车厢里很安静,只有她自己的呼吸声,和远处城市隐约传来的、永不停歇的喧嚣。
赢了。
当审判长最终敲下法槌,宣布支持原告方大部分诉讼请求,判令盛昌集团承担巨额赔偿和违约责任时,旁听席上响起了掌声,周维激动地用力握了握她的手臂。王律师和那位董事脸色灰败,在一片闪烁的镁光灯中匆匆离场。
这无疑是她职业生涯中一场标志性的胜利。足以让“维图”和“秦洛曦”这个名字,在业内声名鹊起,奠定坚实的地位。
可为什么,心里没有半分喜悦?
只有一片更深、更沉的疲惫,和一种近乎麻木的空洞。
就像用尽全力,攀上了一座看似巍峨的山峰,站在顶端,却发现四周依旧是望不到边的、更加险峻的群山,和脚下深不见底的、弥漫着毒瘴的峡谷。
盛昌的威胁只是暂时被击退,远未根除。他们庭审上那阴毒的一击,如同淬了毒的阴影,依然缠绕在她身后。而老K邮箱里那个未回复的“确认?”,像一颗埋在心底的定时炸弹,滴答作响,不知何时会引爆。
还有沈茗礼。
社区康复中心的缴费通知,像一张精准的月度账单,准时提醒着她,那座名为“过去”的废墟里,还埋着一个正在被无声“蚀”空的、活生生的“纪念品”。
以及傅洛初。南方小城偶尔发来的、报平安的简短信息,像风筝断了线后,另一端传来的、微弱的颤动,证明着另一段被强行割裂、却又无法真正斩断的关联。
所有的人和事,所有的恩怨与责任,都如同散落在广袤沙漠中的碎片。她拼尽全力,或许能捡起一两片,打磨光亮,暂时握在手中,像赢得一场官司。可更多的碎片,依旧掩埋在黄沙之下,被风吹动,露出狰狞的一角,又迅速被掩埋,留下无尽的不确定和潜在的威胁。
她得到的,永远只是局部的、暂时的“胜利”。像沙漠旅人眼中偶现的海市蜃楼,看着真切,伸手去触,却只剩下一把滚烫的沙砾。
手机屏幕在昏暗的车厢内亮起,是薄锦珩发来的信息:“听说了,赢得漂亮。晚上有空吗?出来喝一杯,庆祝一下?”
秦洛曦盯着那行字看了几秒,没有回复。她不需要庆祝,也不需要酒精带来的短暂麻痹。她需要的是……是什么?
她自己也说不清楚。
或许,只是一点点真实的、可以握在手里的、不会随时消散的……暖意?
这个念头刚一冒出,就被她自己掐灭了。太奢侈,也太荒谬。
她发动车子,调转方向,没有回城,却驶向了通往社区康复中心的那条路。像是被某种无形的惯性,或者更深层的、连她自己都未察觉的牵引力,带往那个方向。

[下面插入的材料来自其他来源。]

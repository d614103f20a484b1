"""The Python back-end's file: options, determinism, exact literals, provenance, lint and the
escaping of hostile names (the file is parsed, never trusted to behave)."""

from __future__ import annotations

import ast
import math
import py_compile
import shutil
import subprocess
import sys
from fractions import Fraction
from importlib import resources
from pathlib import Path

import numpy as np
import pytest
from hypothesis import given, settings
from hypothesis import strategies as st

from nodecast.compiler import NodecastError, emit
from nodecast.compiler.backends import python as backend
from nodecast.compiler.bundle import Bundle
from nodecast.compiler.ir import Network
from nodecast.compiler.verify.runners import python as runner
from nodecast.compiler.version import __version__

REPO = Path(__file__).resolve().parents[2]
HOSTILE = [  # the first would close a pasted docstring and run code (it does, unescaped)
    '"""; import pathlib; pathlib.Path("MARKER").write_text("x"); print("PWNED"); """',
    '"""\nimport pathlib; pathlib.Path("MARKER").write_text("x"); print("PWNED")\n"""',
    "'''; print('PWNED'); '''",
    "back\\slash\\", "\\\"\"\"", "{{ 7 * 7 }}", "{% if true %}PWNED{% endif %}", "*/ #",
    "line\nbreak\r\n# -*- coding: latin-1 -*-", "\u2028sep\u202eoverride\x0cform",
    "température 😀", "x" * 150 + " with spaces " + "\\" * 41 + '"' * 7,
]


def _source(bundle, **options) -> str:
    return emit(bundle, "python", **options).files["predictor.py"].decode("utf-8")


def _constants(text: str) -> dict:
    values = {}
    for node in ast.parse(text).body:
        if isinstance(node, ast.Assign) and isinstance(node.targets[0], ast.Name):
            try:
                values[node.targets[0].id] = ast.literal_eval(node.value)
            except ValueError:
                continue
    return values


def hostile_bundle(activation="logistic", task="classification") -> Bundle:
    """A small random network whose every name, unit and label is hostile text."""
    rng = np.random.default_rng(7)
    n, m, t = 3, 6, 3 if task == "classification" else 2
    names = HOSTILE + [f"extra {i}" for i in range(20)]
    return Bundle(Network(
        hidden_weights=rng.normal(size=(m, n)), hidden_biases=rng.normal(size=m),
        activation=activation, output_weights=rng.normal(size=(m, t)),
        output_bias=rng.normal(size=t), input_offset=np.zeros(n), input_scale=np.ones(n),
        output_offset=np.zeros(t), output_scale=np.ones(t), domain_low=np.zeros(n),
        domain_high=np.ones(n), feature_names=names[:n], feature_units=names[n:2 * n],
        target_names=names[2 * n:2 * n + t], target_units=names[2 * n + t:2 * n + 2 * t],
        task=task, class_labels=names[-t:] if task == "classification" else ()))


def test_render_is_one_python_file_with_a_float64_estimate(friedman_bundle):
    artifact = emit(friedman_bundle, "python")
    assert artifact.kind == "python" and artifact.single_file
    assert list(artifact.files) == ["predictor.py"]
    assert artifact.summary["precision"] == "float64"
    assert artifact.summary["estimate"]["precision"] == "float64"
    assert 0 < artifact.summary["estimate"]["max_abs_error"] < 1e-9


@pytest.mark.parametrize("precision", ["float32", "q31", "q15", "float16"])
def test_only_float64_is_accepted(friedman_bundle, precision):
    with pytest.raises(NodecastError, match="float64 only"):
        emit(friedman_bundle, "python", precision=precision)


def test_unknown_policy_is_refused(friedman_bundle):
    with pytest.raises(NodecastError, match="--out-of-domain clamp, pass, reject"):
        emit(friedman_bundle, "python", out_of_domain="ignore")


def test_cli_refuses_float32_with_one_line_and_exit_2(friedman_bundle, tmp_path):
    from nodecast.compiler import save

    save(friedman_bundle, tmp_path / "m.ncast")
    command = ["emit", str(tmp_path / "m.ncast"), "--to", "python", "--precision", "float32",
               "-o", str(tmp_path / "p.py")]
    done = subprocess.run([sys.executable, "-m", "nodecast.cli", *command],
                          capture_output=True, text=True)
    assert done.returncode == 2 and "Traceback" not in done.stderr
    assert len(done.stderr.strip().splitlines()) == 1 and "float64" in done.stderr
    assert not (tmp_path / "p.py").exists()


@pytest.mark.parametrize("policy", ["clamp", "pass", "reject"])
def test_same_bundle_gives_byte_identical_files(friedman_bundle, policy):
    first = emit(friedman_bundle, "python", out_of_domain=policy).files["predictor.py"]
    assert first == emit(friedman_bundle, "python", out_of_domain=policy).files["predictor.py"]
    assert _constants(first.decode())["OUT_OF_DOMAIN"] == policy


def test_weights_round_trip_float64_exactly(friedman_bundle):
    # repr gives the shortest string that reads back as the same IEEE 754 binary64 (Python docs)
    net = friedman_bundle.network
    values = _constants(_source(friedman_bundle))
    hidden = np.array(values["_HIDDEN"])
    assert np.array_equal(hidden[:, :-1] * 2.0, net.hidden_weights)
    assert np.array_equal(hidden[:, -1] * 2.0, net.hidden_biases)
    assert np.array_equal(np.array(values["_OUTPUT_WEIGHTS"]).T * 2.0, net.output_weights)
    for name in ("domain_low", "domain_high", "input_offset", "input_scale", "output_scale"):
        assert np.array_equal(values[name.upper()] if name.startswith("domain") else
                              values["_" + name.upper()], getattr(net, name))


def test_folded_logistic_bias_is_the_correctly_rounded_sum(friedman_bundle):
    # math.fsum rounds the exact sum once (Python docs, Shewchuk's algorithm); check with Fractions
    net = friedman_bundle.network
    bias = _constants(_source(friedman_bundle))["_OUTPUT_BIAS"][0]
    exact = Fraction(net.output_bias[0]) + sum(Fraction(b) / 2 for b in net.output_weights[:, 0])
    assert bias == float(exact)


def test_tanh_networks_keep_their_weights_unscaled():
    bundle = hostile_bundle(activation="tanh", task="regression")
    values = _constants(_source(bundle))
    assert np.array_equal(np.array(values["_HIDDEN"])[:, :-1], bundle.network.hidden_weights)
    assert np.array_equal(values["_OUTPUT_BIAS"], bundle.network.output_bias)


def test_provenance_docstring_says_what_the_spec_asks(friedman_bundle):
    text = _source(friedman_bundle, out_of_domain="clamp")
    doc = ast.get_docstring(ast.parse(text))
    net = friedman_bundle.network
    estimate = emit(friedman_bundle, "python").summary["estimate"]["per_output"][0]
    for needed in (f"nodecast {__version__}", friedman_bundle.bundle_id, "policy 'clamp'",
                   "not a safety function", "guard", "functional-safety standards",
                   "yours to license", f"{estimate:.3g}", "'x0', unit '1'",
                   f"{float(net.domain_low[0])!r} .. {float(net.domain_high[0])!r}"):
        assert needed in doc, needed
    order = [doc.index(f"'x{i}', unit") for i in range(5)]
    assert order == sorted(order)


def test_template_ships_as_package_data():
    path = resources.files("nodecast.templates") / "python" / backend.TEMPLATE
    assert path.is_file() and "{{ hidden }}" in path.read_text("utf-8")


@pytest.mark.parametrize("task", ["classification", "regression"])
@pytest.mark.parametrize("activation", ["logistic", "tanh"])
def test_hostile_names_are_inert_data(task, activation, tmp_path):
    bundle = hostile_bundle(activation, task)
    text = _source(bundle, out_of_domain="reject")
    values, net = _constants(text), bundle.network
    for name in ("feature_names", "feature_units", "target_names", "target_units", "class_labels"):
        assert values[name.upper()] == getattr(net, name)
    tree = ast.parse(text, feature_version=(3, 8))
    called = {node.func.attr if isinstance(node.func, ast.Attribute) else node.func.id
              for node in ast.walk(tree) if isinstance(node, ast.Call)
              and isinstance(node.func, (ast.Attribute, ast.Name))}
    assert not called & {"write_text", "system", "print", "exec", "eval"}
    path = tmp_path / "predictor.py"
    path.write_text(text, encoding="utf-8")
    data = runner.rows_as_csv(net.feature_names, np.full((2, net.n_features), 0.5))
    for arguments, stdin in ((["--help"], b""), (["--scores"], data)):
        done = subprocess.run([sys.executable, "-I", "-S", str(path), *arguments], cwd=tmp_path,
                              input=stdin, capture_output=True)
        assert done.returncode == 0, done.stderr
        assert b"PWNED" not in done.stdout.split(b"\n") and b"PWNED" not in done.stderr
    assert not (tmp_path / "MARKER").exists()


@pytest.mark.parametrize("bundle_name", ["friedman_bundle", "classifier_bundle", "hostile"])
@pytest.mark.parametrize("policy", ["clamp", "pass", "reject"])
def test_file_compiles_parses_as_python_3_8_and_passes_ruff(bundle_name, policy, request, tmp_path):
    bundle = hostile_bundle() if bundle_name == "hostile" else request.getfixturevalue(bundle_name)
    path = tmp_path / "predictor.py"
    path.write_bytes(emit(bundle, "python", out_of_domain=policy).files["predictor.py"])
    ast.parse(path.read_text("utf-8"), feature_version=(3, 8))
    py_compile.compile(str(path), cfile=str(tmp_path / "p.pyc"), doraise=True)
    if shutil.which("ruff") is None:
        pytest.skip("ruff is not installed")
    done = subprocess.run(["ruff", "check", "--no-cache", "--config", str(REPO / "pyproject.toml"),
                           str(path)], capture_output=True, text=True)
    assert done.returncode == 0, done.stdout


def test_generated_imports_are_standard_library_only(classifier_bundle):
    tree = ast.parse(_source(classifier_bundle))
    imported = {alias.name.split(".")[0] for node in ast.walk(tree) if isinstance(node, ast.Import)
                for alias in node.names}
    imported |= {node.module.split(".")[0] for node in ast.walk(tree)
                 if isinstance(node, ast.ImportFrom)}
    assert imported and imported <= set(sys.stdlib_module_names)  # Python docs: sys module


def test_describe_reads_constants_without_running_the_file(friedman_bundle, tmp_path):
    path = tmp_path / "predictor.py"
    text = _source(friedman_bundle, out_of_domain="reject")
    path.write_text(text.replace("\nimport csv\n", "\nraise SystemExit('executed')\nimport csv\n"))
    info = runner.describe(path)
    assert (info["kind"], info["bundle_id"]) == ("python", friedman_bundle.bundle_id)
    assert (info["precision"], info["out_of_domain"]) == ("float64", "reject")
    assert info["engines"] == [f"python{sys.version_info[0]}.{sys.version_info[1]}"]


def test_describe_refuses_files_not_made_by_nodecast(tmp_path):
    (tmp_path / "other.py").write_text("BUNDLE_ID = 'abc'\n")
    with pytest.raises(NodecastError, match="not made by nodecast"):
        runner.describe(tmp_path / "other.py")
    (tmp_path / "broken.py").write_text("def (:\n")
    with pytest.raises(NodecastError, match="not a readable Python file"):
        runner.describe(tmp_path / "broken.py")


@settings(max_examples=300, deadline=None)
@given(st.text(alphabet=st.sampled_from(list(' \\"\'abc\n{}%#') + ["\u2028", "é"]), max_size=400),
       st.sampled_from(["", "    ", "        "]))
def test_docstring_lines_never_change_meaning_and_stay_within_the_limit(text, rest):
    shown = repr(text)  # the back-end shows user text by repr, then escapes it for the docstring
    lines = backend.docstring_lines(shown, "    ", rest)
    assert all(len(line) <= backend.LINE_LIMIT and line == line.rstrip() for line in lines)
    parsed = ast.literal_eval('"""' + "\n".join(lines) + '\n"""')
    assert "".join(parsed.split()) == "".join(shown.split())


def test_long_names_are_marked_for_the_line_limit_not_cut():
    literal = backend.text_tuple(["n" * 200, "short"])
    assert ast.literal_eval(literal) == ("n" * 200, "short")
    assert literal.count("# noqa: E501") == 1


def test_float_literals_are_exact_for_awkward_values():
    values = [0.1, -0.0, 5e-324, 1.7976931348623157e308, 2.0**-1074 * 3, math.pi, 1 / 3]
    assert ast.literal_eval(backend.float_tuple(values)) == tuple(values)
    lines = backend.float_tuple(values * 20).split("\n")
    assert all(len(line) <= backend.LINE_LIMIT for line in lines)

康复中心夜晚的走廊,比白天更加寂静。灯光调暗了,只有护士站亮着一小片区域。空气里消毒水的味道似乎淡了些,取而代之的是一种夜晚特有的、空旷的沉寂。
秦洛曦没有去前台,也没有去找值班的护工。她只是凭着记忆,穿过安静的走廊,来到那扇熟悉的房门前。
门上的观察窗透出里面昏暗的光线。她犹豫了一下,轻轻推开了门。
房间里只开着一盏床头的小夜灯,光线昏黄柔和。沈茗礼已经睡下了。他侧躺着,面向窗户的方向,被子盖到肩膀,只露出后脑勺和一小截苍白的脖颈。呼吸均匀绵长,在寂静的房间里几乎听不见。
CD播放机还开着,播放着那几张循环了无数遍的、轻柔的古典乐唱片。音乐声低低地流淌,像一层薄薄的、没有温度的纱,笼罩着这个狭小的空间。
秦洛曦没有开大灯,只是悄无声息地走到床边,在床边的椅子上坐下。
她看着他沉睡的侧影。在昏黄的光线下,他脸上的线条显得柔和了许多,那种白日里常见的空茫和疏离被睡意掩盖,竟有几分……安宁的错觉。长长的睫毛在眼睑下投出淡淡的阴影,随着呼吸微微颤动。
她就那样坐着,什么也没做,什么也没想。只是看着。
窗外是沉沉的夜色,远处城市的光污染在天际晕染开一片模糊的、不真实的微光。房间里,只有音乐,和他均匀的呼吸声。
时间仿佛在这一刻被无限拉长,又像是彻底停滞了。
白日里法庭上的唇枪舌剑、盛昌恶毒的指控、周维激动的握手、旁听席上的掌声……所有喧嚣的、激烈的、带着硝烟气息的画面,都像退潮的海水般,迅速远去,褪色,最终只剩下眼前这片昏黄的、宁静的、近乎虚幻的场景。
像沙漠中疲惫至极的旅人,在蜃楼消失后,终于找到了一小块可以暂时歇脚的、真实的阴影。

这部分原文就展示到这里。